Third, the Korean government had tried for a long time to cover up the Japanese military comfort women issue, just like the Japanese government. No one believes this fact, but it is true. At present, however, Korea is almost the only country in the Asian-Pacific region in which both citizens and the government are continuing their fight for truth and justice. This exhibition therefore introduces the lifetimes of the victimized women in 10 countries in the Asian-Pacific region (South and North Korea included as two countries), and who they are.

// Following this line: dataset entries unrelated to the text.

"""From curves of numbers to curves on the screen: colours, dashes, places, and what is marked."""

from collections.abc import Sequence
from typing import Final

import numpy as np
from PySide6.QtGui import QColor, QPalette
from PySide6.QtWidgets import QWidget

from app.document.view import ViewState
from app.look.colour import mix
from app.look.theme import Theme, curve_colour, dashes
from app.panels.curves.curve_layer import DrawnCurve
from app.panels.curves.end_labels import EndLabel
from app.panels.curves.legend import LegendFacts
from app.panels.curves.mark_layers import DrawnMarker, Spot
from app.panels.curves.plot import Extent
from app.panels.curves.scale import FrequencyScale
from app.series.axis import is_power
from app.series.curves import Curve
from app.series.texts import angle_text, frequency_text
from stackcore.polarizations import polarization
from stackcore.quantities import quantity_named

_TURNS: Final = {
    "reflection_phase_deg": 180.0,
    "transmission_phase_deg": 180.0,
    "transmission_phase_difference_deg": 180.0,
    "reflection_phase_difference_deg": 180.0,
}
_FADED: Final = 0.72
_NORMAL: Final = 1e-12
_GRAINS: Final = {"dB": 1e-9, "deg": 1e-7}


def fill_palette(widget: QWidget, theme: Theme) -> None:
    """Give a panel the ground and inks of a theme, whatever look the application has."""
    palette = widget.palette()
    palette.setColor(QPalette.ColorRole.Window, QColor(theme.base))
    palette.setColor(QPalette.ColorRole.WindowText, QColor(theme.text))
    palette.setColor(QPalette.ColorRole.ButtonText, QColor(theme.accent))
    widget.setPalette(palette)


def colours_of(curves: Sequence[Curve], theme: Theme, *, stale: bool) -> tuple[str, ...]:
    """Return the colour of each curve; those of an earlier job are nearly grey."""
    full = (curve_colour(theme, curve.quantity, curve.angle_rank, curve.angle_count) for curve in curves)
    return tuple(mix(colour, theme.stale, _FADED) if stale else colour for colour in full)


def chosen_index(curves: Sequence[Curve], state: ViewState) -> int | None:
    """Return the index of the curve the wall drawing shows, or None when it is not among several."""
    shown = len(state.polarizations)
    if len(curves) < 2 or state.active_polarization not in state.polarizations:
        return None
    index = state.active_angle * shown + state.polarizations.index(state.active_polarization)
    return index if index < len(curves) else None


def draw_curves(
    curves: Sequence[Curve], colours: Sequence[str], scale: FrequencyScale, chosen: int | None
) -> tuple[DrawnCurve, ...]:
    """Return the curves as they are drawn, each rising in frequency."""
    drawn = []
    for index, (curve, colour) in enumerate(zip(curves, colours, strict=True)):
        positions, values, held = scale.positions(curve.x), curve.y, curve.held
        if len(positions) > 1 and not bool(np.all(positions[1:] >= positions[:-1])):
            order = np.argsort(positions, kind="stable")
            positions, values, held = positions[order], values[order], held[order]
        leap = _TURNS.get(curve.quantity, np.inf)
        style = dashes(curve.polarization)
        drawn.append(DrawnCurve(positions, values, colour, style, index == chosen, leap, held))
    return tuple(drawn)


def end_labels(curves: Sequence[Curve], drawn: Sequence[DrawnCurve]) -> tuple[EndLabel, ...]:
    """Return the names at the ends; curves of one angle that lie on each other have one name.

    At normal incidence those are TE and TM, and at every angle what is the same for both.
    """
    groups: list[tuple[list[Curve], DrawnCurve]] = []
    for curve, picture in zip(curves, drawn, strict=True):
        if not picture.runs:
            continue
        group = next((members for members, _ in groups if _lies_on(curve, members[0])), None)
        if group is None:
            groups.append(([curve], picture))
        else:
            group.append(curve)
    shown = len({curve.polarization for curve in curves})
    return tuple(EndLabel(_name(members, shown), picture) for members, picture in groups)


def _lies_on(curve: Curve, other: Curve) -> bool:
    if curve.angle != other.angle:
        return False
    waves = (polarization(curve.polarization), polarization(other.polarization))
    if curve.angle <= _NORMAL and all(wave.single is not None for wave in waves):
        return True  # whatever rounding makes of a phase of half a turn
    return bool(np.allclose(curve.y, other.y, rtol=1e-9, atol=1e-12, equal_nan=True))


def _name(members: Sequence[Curve], shown: int) -> str:
    if len(members) == 1:
        return members[0].label
    if len(members) == shown > 2:
        return f"all {angle_text(members[0].angle)}"
    words = ", ".join(polarization(curve.polarization).label for curve in members)
    return f"{words} {angle_text(members[0].angle)}"


def extent_of(curves: Sequence[Curve], scale: FrequencyScale) -> Extent:
    """Return the whole of what there is to show."""
    ends = [scale.position(float(end)) for curve in curves[:1] for end in (curve.x.min(), curve.x.max())]
    known = [curve.y[np.isfinite(curve.y)] for curve in curves]
    values = np.concatenate(known) if known else np.zeros(0)
    low, high = (float(values.min()), float(values.max())) if len(values) else (0.0, 1.0)
    left, right = ends if ends else (0.0, 1.0)
    if not curves:
        return Extent(left, right, low, high)
    quantity, unit = curves[0].quantity, curves[0].unit
    turn = _TURNS.get(quantity)
    floor, top = (-turn, turn) if turn is not None else (None, None)
    if is_power(quantity) and unit != "dB":
        top = 100.0 if unit == "%" else 1.0
    return Extent(left, right, low, high, floor, top, unit == "deg", _GRAINS.get(unit, 1e-30))


def worst_spots(curves: Sequence[Curve], colours: Sequence[str], scale: FrequencyScale) -> dict[int, Spot]:
    """Return the worst points by the index of their curve."""
    return {
        index: Spot(scale.position(curve.worst.x), curve.worst.y, colours[index])
        for index, curve in enumerate(curves)
        if curve.worst is not None
    }


def draw_markers(state: ViewState, drawn: Sequence[DrawnCurve], scale: FrequencyScale) -> tuple[DrawnMarker, ...]:
    """Return the markers; the active one also says its frequency."""
    markers = []
    for index, hertz in enumerate(state.markers):
        position = scale.position(hertz)
        active = index == state.active_marker
        text = f"{index + 1}   {frequency_text(hertz)}" if active else str(index + 1)
        spots = [Spot(position, value, curve.colour) for curve in drawn for value in _values_at(curve, position)]
        markers.append(DrawnMarker(text, position, active, tuple(spots)))
    return tuple(markers)


def legend_facts(curves: Sequence[Curve], colours: Sequence[str], state: ViewState) -> LegendFacts:
    """Return what the legend says of these curves."""
    by_angle = sorted({(curve.angle, colour) for curve, colour in zip(curves, colours, strict=True)})
    return LegendFacts(
        state.polarizations,
        tuple(angle_text(angle) for angle, _ in by_angle),
        tuple(colour for _, colour in by_angle),
    )


def quantity_label(state: ViewState) -> str:
    """Return the words for what is shown."""
    return quantity_named(state.quantity).label


def _values_at(curve: DrawnCurve, position: float) -> tuple[float, ...]:
    """Return the value of a curve at a position, or nothing in a gap or beyond its ends."""
    for begin, end in curve.runs:
        if curve.positions[begin] <= position <= curve.positions[end - 1]:
            stretch = slice(begin, end)
            return (float(np.interp(position, curve.positions[stretch], curve.values[stretch])),)
    return ()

Fourth, we tried to look at the Japanese military comfort women issue, deviating from the dichotomous way of considering victims versus perpetrators. Korea was victimized by Japan, but simultaneously became a perpetrator in the Vietnam War. Korea is a good example showing the importance of the settlement of past history and education in school.

The permanent display room is the first specialized museum dealing with women’s problems in Germany, and contains a broad range of topics including women’s groups active around the world at present as well as in the past and the #MeToo movement. Such artworks as the “Statue of a Girl of Peace”, created by Kim Seo Gyeong and Kim Un-seong, and the “Vietnam Peita” are also on display. As the movement to resolve the Japanese military comfort women has made a contribution to Korean society, we hope to offer a proper impression of female sexual violence through the education of German students, including workshops, in the future. It is our humble desire that we can educate, prevent, and further help women even a little to cope with the trauma of sexual violence.